* _Your objective_: Restate the listing in full, keeping every word as it is.

* _Records supplied_:
####
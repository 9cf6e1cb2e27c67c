"""The Gauss-Legendre rule, kept once computed: numpy solves an eigenproblem for it each time."""

from functools import cache

import numpy as np
import numpy.typing as npt


@cache
def gauss_legendre(count: int) -> tuple[npt.NDArray[np.float64], npt.NDArray[np.float64]]:
    """Return places and weights of the rule with `count` places on -1 to 1, read-only."""
    places, weights = np.polynomial.legendre.leggauss(count)
    places.flags.writeable = False
    weights.flags.writeable = False
    return places, weights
####
* _Task response_:
repository 9cf6e1cb2e27c67c
"""The Gauss-Legendre rule, kept once computed: numpy solves an eigenproblem for it each time."""

from functools import cache

import numpy as np
import numpy.typing as npt


@cache
def gauss_legendre(count: int) -> tuple[npt.NDArray[np.float64], npt.NDArray[np.float64]]:
    """Return places and weights of the rule with `count` places on -1 to 1, read-only."""
    places, weights = np.polynomial.legendre.leggauss(count)
    places.flags.writeable = False
    weights.flags.writeable = False
    return places, weights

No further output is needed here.